Онлайн книга «Воля и самоконтроль. Как гены и мозг мешают нам бороться с соблазнами»

Cтраница 52

Руководствуясь направляющими указаниями, получаемыми в критические периоды, мозг буквально в режиме онлайн прокладывает новые связи в нужной зоне. Разумеется, окружающая среда не посылает нам инструкций: из нее поступают стимулы, и мозг меняет свою архитектуру так, чтобы максимально адекватно отреагировать на них. Чем чаще встречаются однотипные стимулы, тем мощнее будут нейронные конструкции, возникшие как реакция на них. Если света нет или недостаточно, в зрительной коре не образуются структуры, необходимые для обработки сигналов от глаз. Если человек никогда не слышал звука "р", мозг не научится отличать его от "л". И так далее. На уровне структуры мозга это означает, что в нужной зоне не возникают новые связи, а те, что были, постепенно уничтожаются – происходит так называемый прунинг. Многочисленные опыты показали, что у животных, которые росли в бедной стимулами среде, формируется заметно меньше связей между нейронами, и они выглядят "неправильно" [7]. Иначе располагаются и глиальные клетки – своеобразные завхозы, отвечающие за снабжение нейронов питательными веществами (хотя в последнее время получено много данных, указывающих, что роль глии сильно недооценена, и это не завхоз, а полноценный участник когнитивных процессов). Толщина коры, метаболизм и скорость синтеза нейромедиаторов, даже работа генов – все эти параметры очень сильно разнятся у животных, которые росли в обогащенной и обедненной стимулами среде [8].

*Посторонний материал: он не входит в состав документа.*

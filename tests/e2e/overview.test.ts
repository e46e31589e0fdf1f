/** The build overview and settings in a real browser: import a linkage file, change the design forces. */
import { afterAll, beforeAll, describe, expect, it } from "vitest";
import type { Browser, Page } from "playwright-core";
import { APP_URL, launchBrowser, shot, signInPage } from "../support/browser";
import { makeBuild, makeUser, testDb, TEST_PASSWORD } from "../support/db";
import { demoPitchLinkage } from "@/shared/demo";
import { serializeLinkage } from "@/shared/linkage/io";

let browser: Browser;
let page: Page;
let buildId: string;
const errors: string[] = [];

beforeAll(async () => {
  browser = await launchBrowser();
  const owner = await makeUser("e2e-overview");
  ({ buildId } = await makeBuild({ owner }));
  page = await browser.newPage({ viewport: { width: 1280, height: 900 } });
  page.on("pageerror", (e) => errors.push(String(e)));
  await signInPage(page, owner.email, TEST_PASSWORD);
});
afterAll(async () => { await browser?.close(); await testDb.destroy(); });

describe("build overview", () => {
  it("refuses a broken linkage file with the reasons, and imports a good one with its findings", async () => {
    await page.goto(`${APP_URL}/builds/${buildId}`);
    const rows = page.getByTestId("linkage-row");
    expect(await rows.count()).toBe(1);
    const bad = { ...demoPitchLinkage(), formatVersion: 7 };
    await page.getByTestId("import-linkage").setInputFiles({ name: "broken.linkage.json", mimeType: "application/json", buffer: Buffer.from(JSON.stringify(bad)) });
    await page.getByTestId("import-errors").waitFor();
    expect(await page.getByTestId("import-errors").textContent()).toMatch(/formatVersion/);
    expect(await rows.count()).toBe(1);
    await shot(page, "overview-01-import-refused");

    const good = { ...demoPitchLinkage(), name: "Imported pitch run" };
    await page.getByTestId("import-linkage").setInputFiles({ name: "pitch.linkage.json", mimeType: "application/json", buffer: Buffer.from(serializeLinkage(good)) });
    await expect.poll(() => rows.count()).toBe(2);
    const imported = rows.filter({ hasText: "Imported pitch run" });
    await expect.poll(() => imported.textContent()).toMatch(/2 hazards/); // the demo's wrong joint: no jam nut, small washer
    await shot(page, "overview-02-imported");
  });

  it("the owner changes the design pitch force on the settings page and the check runs again", async () => {
    await page.goto(`${APP_URL}/builds/${buildId}/settings`);
    const field = page.getByLabel("Stick, pitch (lbf)");
    await expect.poll(() => field.inputValue()).toBe("167"); // 14 CFR 23.397(b) default (the form fills in once it hydrates)
    await field.fill("0");
    await page.getByTestId("save-design-settings").click();
    await expect.poll(() => page.getByText("Must be above 0").count()).toBe(1);
    await field.fill("200");
    await page.getByTestId("save-design-settings").click();
    await expect.poll(() => page.getByRole("status").textContent()).toMatch(/Saved/);
    const stored = await testDb("builds").where({ id: buildId }).first();
    expect(stored.analysis_settings.pilotForce.pitchStick).toBe(200);
    await shot(page, "overview-03-settings");
    expect(errors).toEqual([]);
  });
});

Воля и самоконтроль. Как гены и мозг мешают нам бороться с соблазнами

Поведение крыс, которые провели детство в пустых клетках, и крыс, живших в роскоши многоэтажных лабиринтов, укромных норок и темных переходов, тоже отличается. Животные, выросшие в бедной стимулами среде, боятся исследовать новое и предпочитают отсиживаться в хорошо изученном укрытии. Одно из первых научно обоснованных свидетельств, что среда, в которой растут звери, влияет на их характер и поведение, случайно получил известный канадский нейрофизиолог Дональд Хебб. Ученый занимался нейронами, и во многом именно благодаря его работам стало понятно, что делают эти клетки и насколько они важны для обучения. В 1947 году Хебб забрал из лаборатории домой несколько крысят – его детям захотелось иметь питомцев. Либеральный отец разрешал животным свободно бегать по дому и исследовать все закоулки. Через несколько месяцев Хебб решил проверить, отличаются ли грызуны, выросшие у него дома, от тех, что остались в университетском виварии. Он принес домашних крыс на работу, и оказалось, что они гораздо лучше лабораторных животных справляются со стандартными тестами, оценивающими умственные возможности грызунов. Более того, интеллектуальное превосходство "домашних" зверей сохранилось на всю жизнь [9]. Позже эти результаты были многократно повторены во всевозможных опытах – например, российско-грузинский этолог Ясон Бадридзе показал, что волчата, взрослевшие в обедненной среде, не способны делать главное дело волка, т. е. охотиться. Но если родившихся в неволе хищников выращивали в просторных вольерах, перекрытых ширмами, стволами деревьев, большими валунами и так далее, они охотились не хуже диких сородичей [10]. Итоги опытов с различными животными доказывают: детство в обогащенной среде улучшает когнитивные способности. А вот у зверей, которые выросли в бедной стимулами обстановке, мозг вырастает инвалидом, не приспособленным нормально реагировать на раздражители, с которыми они не сталкивались в раннем возрасте.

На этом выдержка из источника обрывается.